[Stored data entries]

-=-=-

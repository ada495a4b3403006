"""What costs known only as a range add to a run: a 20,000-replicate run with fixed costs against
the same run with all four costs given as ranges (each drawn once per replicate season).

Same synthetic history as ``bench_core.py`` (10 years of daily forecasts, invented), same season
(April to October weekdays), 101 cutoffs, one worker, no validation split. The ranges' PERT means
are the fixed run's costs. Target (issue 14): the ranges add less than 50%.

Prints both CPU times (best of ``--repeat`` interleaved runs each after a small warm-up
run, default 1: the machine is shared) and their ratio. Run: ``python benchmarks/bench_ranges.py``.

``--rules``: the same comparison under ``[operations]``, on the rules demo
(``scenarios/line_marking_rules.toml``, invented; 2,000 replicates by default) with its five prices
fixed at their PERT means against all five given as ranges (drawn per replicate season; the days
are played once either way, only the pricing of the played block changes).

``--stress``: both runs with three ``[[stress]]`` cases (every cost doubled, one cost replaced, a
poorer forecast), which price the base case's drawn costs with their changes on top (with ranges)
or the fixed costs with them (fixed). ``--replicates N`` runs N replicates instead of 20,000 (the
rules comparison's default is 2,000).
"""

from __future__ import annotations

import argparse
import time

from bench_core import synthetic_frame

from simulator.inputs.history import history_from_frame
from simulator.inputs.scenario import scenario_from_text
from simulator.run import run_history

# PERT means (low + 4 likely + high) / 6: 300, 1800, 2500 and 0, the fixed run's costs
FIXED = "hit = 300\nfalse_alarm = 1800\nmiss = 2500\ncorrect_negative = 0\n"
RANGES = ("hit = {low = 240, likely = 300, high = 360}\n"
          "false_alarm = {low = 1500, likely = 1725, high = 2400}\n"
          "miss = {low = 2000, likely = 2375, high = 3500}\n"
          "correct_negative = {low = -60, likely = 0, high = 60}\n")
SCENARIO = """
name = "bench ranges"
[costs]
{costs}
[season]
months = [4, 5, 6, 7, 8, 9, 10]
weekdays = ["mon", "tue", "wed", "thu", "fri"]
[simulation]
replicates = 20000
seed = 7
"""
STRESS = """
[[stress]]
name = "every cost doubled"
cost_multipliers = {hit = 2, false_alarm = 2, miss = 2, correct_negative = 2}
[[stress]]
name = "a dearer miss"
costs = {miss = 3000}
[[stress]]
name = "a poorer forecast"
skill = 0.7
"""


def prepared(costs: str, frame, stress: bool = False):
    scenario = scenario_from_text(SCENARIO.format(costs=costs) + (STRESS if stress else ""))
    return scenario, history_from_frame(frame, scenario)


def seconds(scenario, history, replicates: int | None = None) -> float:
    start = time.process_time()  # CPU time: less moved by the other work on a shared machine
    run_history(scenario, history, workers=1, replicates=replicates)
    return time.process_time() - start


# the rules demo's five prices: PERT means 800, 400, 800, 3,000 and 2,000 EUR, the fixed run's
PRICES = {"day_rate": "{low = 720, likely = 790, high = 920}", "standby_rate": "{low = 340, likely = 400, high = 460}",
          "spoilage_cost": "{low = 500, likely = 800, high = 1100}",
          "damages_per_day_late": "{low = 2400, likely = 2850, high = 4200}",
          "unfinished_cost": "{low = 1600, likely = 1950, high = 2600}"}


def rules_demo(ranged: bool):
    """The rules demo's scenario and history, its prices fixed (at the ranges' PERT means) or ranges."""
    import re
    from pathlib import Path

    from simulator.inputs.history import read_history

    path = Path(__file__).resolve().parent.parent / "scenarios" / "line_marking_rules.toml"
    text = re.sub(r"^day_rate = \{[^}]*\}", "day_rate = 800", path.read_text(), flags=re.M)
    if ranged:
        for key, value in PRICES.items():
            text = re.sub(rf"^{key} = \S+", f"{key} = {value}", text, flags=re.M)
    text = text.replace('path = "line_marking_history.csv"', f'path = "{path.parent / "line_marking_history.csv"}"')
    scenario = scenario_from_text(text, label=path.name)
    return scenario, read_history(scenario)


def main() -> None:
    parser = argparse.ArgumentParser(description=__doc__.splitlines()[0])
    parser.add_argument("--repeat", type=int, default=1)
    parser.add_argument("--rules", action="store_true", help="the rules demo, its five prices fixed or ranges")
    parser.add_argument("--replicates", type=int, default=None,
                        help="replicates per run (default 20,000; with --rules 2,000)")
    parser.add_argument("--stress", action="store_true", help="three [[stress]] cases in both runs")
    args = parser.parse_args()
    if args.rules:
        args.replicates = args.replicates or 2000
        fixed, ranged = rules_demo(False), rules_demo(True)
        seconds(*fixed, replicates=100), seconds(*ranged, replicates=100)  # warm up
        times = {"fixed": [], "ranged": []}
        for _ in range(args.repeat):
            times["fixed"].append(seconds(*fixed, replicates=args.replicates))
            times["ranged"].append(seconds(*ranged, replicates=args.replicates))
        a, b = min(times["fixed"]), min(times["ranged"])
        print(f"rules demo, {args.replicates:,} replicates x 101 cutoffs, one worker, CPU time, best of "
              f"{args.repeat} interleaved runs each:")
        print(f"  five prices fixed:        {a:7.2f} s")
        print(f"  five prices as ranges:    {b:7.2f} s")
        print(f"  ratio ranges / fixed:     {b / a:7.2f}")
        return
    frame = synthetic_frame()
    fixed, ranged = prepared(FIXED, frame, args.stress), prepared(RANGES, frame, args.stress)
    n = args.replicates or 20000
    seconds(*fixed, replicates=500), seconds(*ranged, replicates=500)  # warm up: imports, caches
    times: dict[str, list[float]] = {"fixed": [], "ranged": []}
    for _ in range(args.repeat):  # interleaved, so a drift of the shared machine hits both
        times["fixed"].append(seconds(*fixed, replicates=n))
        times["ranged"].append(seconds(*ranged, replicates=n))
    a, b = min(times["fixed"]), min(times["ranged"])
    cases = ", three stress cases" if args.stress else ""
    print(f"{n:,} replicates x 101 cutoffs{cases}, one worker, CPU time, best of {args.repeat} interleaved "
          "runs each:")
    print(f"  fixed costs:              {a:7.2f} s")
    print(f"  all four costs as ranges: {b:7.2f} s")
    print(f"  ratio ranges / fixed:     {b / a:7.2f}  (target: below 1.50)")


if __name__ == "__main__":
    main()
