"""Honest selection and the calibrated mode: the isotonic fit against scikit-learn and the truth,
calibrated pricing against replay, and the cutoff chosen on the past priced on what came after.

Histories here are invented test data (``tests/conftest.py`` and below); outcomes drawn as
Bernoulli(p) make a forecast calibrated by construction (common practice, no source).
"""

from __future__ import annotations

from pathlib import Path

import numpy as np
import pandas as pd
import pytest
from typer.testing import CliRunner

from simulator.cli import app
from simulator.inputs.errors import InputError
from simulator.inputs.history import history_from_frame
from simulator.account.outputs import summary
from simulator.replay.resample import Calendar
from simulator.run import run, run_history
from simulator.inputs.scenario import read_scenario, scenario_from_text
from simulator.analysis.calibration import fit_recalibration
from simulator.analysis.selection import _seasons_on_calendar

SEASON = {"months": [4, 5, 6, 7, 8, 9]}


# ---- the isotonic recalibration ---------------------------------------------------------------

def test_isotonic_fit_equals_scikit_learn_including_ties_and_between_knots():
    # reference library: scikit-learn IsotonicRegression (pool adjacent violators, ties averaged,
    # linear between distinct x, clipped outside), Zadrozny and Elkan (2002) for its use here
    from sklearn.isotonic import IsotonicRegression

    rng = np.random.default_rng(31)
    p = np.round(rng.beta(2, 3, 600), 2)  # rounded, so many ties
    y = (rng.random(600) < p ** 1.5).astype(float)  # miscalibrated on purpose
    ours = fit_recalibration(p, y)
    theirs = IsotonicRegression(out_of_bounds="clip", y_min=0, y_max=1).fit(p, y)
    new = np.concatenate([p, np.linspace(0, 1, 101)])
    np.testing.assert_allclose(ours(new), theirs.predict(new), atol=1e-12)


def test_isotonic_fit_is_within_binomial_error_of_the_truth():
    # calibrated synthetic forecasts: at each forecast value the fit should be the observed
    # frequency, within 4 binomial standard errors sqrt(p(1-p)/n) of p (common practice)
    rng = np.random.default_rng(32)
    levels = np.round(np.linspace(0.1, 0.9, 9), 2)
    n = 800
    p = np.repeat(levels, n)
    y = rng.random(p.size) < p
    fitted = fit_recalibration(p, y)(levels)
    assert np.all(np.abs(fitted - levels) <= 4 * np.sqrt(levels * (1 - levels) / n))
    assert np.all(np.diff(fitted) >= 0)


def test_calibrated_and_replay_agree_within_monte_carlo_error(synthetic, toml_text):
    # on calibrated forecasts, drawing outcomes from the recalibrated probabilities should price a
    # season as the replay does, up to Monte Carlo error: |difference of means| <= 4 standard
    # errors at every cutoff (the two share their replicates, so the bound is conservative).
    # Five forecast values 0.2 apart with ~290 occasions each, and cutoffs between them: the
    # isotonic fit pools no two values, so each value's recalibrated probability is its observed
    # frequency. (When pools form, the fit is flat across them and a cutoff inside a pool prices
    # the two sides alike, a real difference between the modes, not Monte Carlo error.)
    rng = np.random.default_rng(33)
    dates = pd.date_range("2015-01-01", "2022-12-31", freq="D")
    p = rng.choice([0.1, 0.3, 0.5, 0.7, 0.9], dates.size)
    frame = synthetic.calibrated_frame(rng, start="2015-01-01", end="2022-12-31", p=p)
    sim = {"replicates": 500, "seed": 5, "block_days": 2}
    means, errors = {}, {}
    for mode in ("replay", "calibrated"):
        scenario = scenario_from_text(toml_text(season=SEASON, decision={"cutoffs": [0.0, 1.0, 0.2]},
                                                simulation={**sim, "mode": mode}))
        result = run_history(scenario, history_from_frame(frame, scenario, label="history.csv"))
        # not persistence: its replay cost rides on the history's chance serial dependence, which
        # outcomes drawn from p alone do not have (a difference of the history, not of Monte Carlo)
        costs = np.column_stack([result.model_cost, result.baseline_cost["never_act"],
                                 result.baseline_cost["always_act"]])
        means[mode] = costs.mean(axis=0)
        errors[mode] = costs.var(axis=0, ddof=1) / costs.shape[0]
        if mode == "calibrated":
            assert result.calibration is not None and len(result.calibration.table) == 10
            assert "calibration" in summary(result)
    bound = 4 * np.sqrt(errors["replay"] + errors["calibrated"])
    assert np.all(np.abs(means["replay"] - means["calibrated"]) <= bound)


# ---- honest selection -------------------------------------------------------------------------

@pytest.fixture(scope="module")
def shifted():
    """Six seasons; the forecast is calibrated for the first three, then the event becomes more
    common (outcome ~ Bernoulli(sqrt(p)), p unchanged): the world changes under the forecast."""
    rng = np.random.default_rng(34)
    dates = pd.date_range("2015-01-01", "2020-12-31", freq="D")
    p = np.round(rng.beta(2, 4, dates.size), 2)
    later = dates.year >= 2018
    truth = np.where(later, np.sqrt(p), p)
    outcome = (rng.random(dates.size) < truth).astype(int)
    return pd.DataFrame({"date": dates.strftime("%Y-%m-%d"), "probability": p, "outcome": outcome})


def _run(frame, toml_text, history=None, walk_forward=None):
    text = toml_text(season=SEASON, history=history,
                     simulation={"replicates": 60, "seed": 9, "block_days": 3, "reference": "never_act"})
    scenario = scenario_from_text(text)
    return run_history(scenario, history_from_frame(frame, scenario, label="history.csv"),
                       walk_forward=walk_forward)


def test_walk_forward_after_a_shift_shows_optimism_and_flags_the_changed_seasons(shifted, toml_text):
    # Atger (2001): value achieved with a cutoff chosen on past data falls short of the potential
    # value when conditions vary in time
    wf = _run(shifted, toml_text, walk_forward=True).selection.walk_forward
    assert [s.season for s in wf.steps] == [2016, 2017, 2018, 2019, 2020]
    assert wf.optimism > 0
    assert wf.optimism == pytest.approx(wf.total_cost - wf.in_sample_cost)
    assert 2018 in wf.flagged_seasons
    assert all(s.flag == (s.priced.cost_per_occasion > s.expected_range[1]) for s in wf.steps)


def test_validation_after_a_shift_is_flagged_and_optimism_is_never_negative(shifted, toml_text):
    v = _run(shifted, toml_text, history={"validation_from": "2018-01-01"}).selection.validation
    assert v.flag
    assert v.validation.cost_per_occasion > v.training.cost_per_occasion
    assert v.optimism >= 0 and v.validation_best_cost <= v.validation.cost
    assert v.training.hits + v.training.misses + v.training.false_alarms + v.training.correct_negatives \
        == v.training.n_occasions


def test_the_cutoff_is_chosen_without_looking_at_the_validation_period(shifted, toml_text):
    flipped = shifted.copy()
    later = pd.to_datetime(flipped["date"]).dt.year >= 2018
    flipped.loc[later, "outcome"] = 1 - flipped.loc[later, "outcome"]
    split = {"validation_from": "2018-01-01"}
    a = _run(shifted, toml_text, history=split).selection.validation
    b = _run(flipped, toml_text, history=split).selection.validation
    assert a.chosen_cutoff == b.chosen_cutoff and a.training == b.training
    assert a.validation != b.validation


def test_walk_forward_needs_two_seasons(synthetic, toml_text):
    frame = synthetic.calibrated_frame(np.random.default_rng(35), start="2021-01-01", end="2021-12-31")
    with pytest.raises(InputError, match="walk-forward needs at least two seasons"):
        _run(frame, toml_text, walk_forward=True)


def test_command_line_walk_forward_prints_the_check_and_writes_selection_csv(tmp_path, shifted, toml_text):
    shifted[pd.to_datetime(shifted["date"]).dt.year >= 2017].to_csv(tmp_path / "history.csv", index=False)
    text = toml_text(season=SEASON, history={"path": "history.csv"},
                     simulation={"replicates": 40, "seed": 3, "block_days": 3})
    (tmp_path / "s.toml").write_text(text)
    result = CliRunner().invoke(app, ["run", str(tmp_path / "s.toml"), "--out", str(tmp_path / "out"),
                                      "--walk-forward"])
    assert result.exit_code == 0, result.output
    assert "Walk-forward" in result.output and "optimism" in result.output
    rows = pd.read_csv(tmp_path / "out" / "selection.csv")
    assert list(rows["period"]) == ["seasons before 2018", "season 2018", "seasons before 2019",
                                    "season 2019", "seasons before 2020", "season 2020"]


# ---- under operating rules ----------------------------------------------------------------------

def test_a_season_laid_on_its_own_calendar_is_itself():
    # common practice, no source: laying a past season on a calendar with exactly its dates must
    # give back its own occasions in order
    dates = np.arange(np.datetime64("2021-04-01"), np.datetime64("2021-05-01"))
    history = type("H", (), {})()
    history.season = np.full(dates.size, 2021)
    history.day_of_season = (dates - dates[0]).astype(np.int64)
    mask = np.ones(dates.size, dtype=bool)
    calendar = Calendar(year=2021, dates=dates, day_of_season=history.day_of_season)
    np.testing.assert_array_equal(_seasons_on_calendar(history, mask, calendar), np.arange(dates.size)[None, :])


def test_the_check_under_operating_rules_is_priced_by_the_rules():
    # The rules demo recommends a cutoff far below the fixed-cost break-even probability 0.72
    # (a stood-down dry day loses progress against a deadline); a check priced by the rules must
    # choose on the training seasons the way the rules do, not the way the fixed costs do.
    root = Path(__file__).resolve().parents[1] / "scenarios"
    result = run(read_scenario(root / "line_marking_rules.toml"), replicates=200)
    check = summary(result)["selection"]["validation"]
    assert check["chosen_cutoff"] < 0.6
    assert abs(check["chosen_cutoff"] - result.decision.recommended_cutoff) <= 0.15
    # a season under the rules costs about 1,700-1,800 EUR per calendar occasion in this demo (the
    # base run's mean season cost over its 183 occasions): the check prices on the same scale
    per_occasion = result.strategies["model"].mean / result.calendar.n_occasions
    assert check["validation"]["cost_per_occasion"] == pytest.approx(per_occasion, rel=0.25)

-=-=-

> What is needed
How many lines in the records above contain the string "pytest"? State the number and nothing more.

> Expected output
5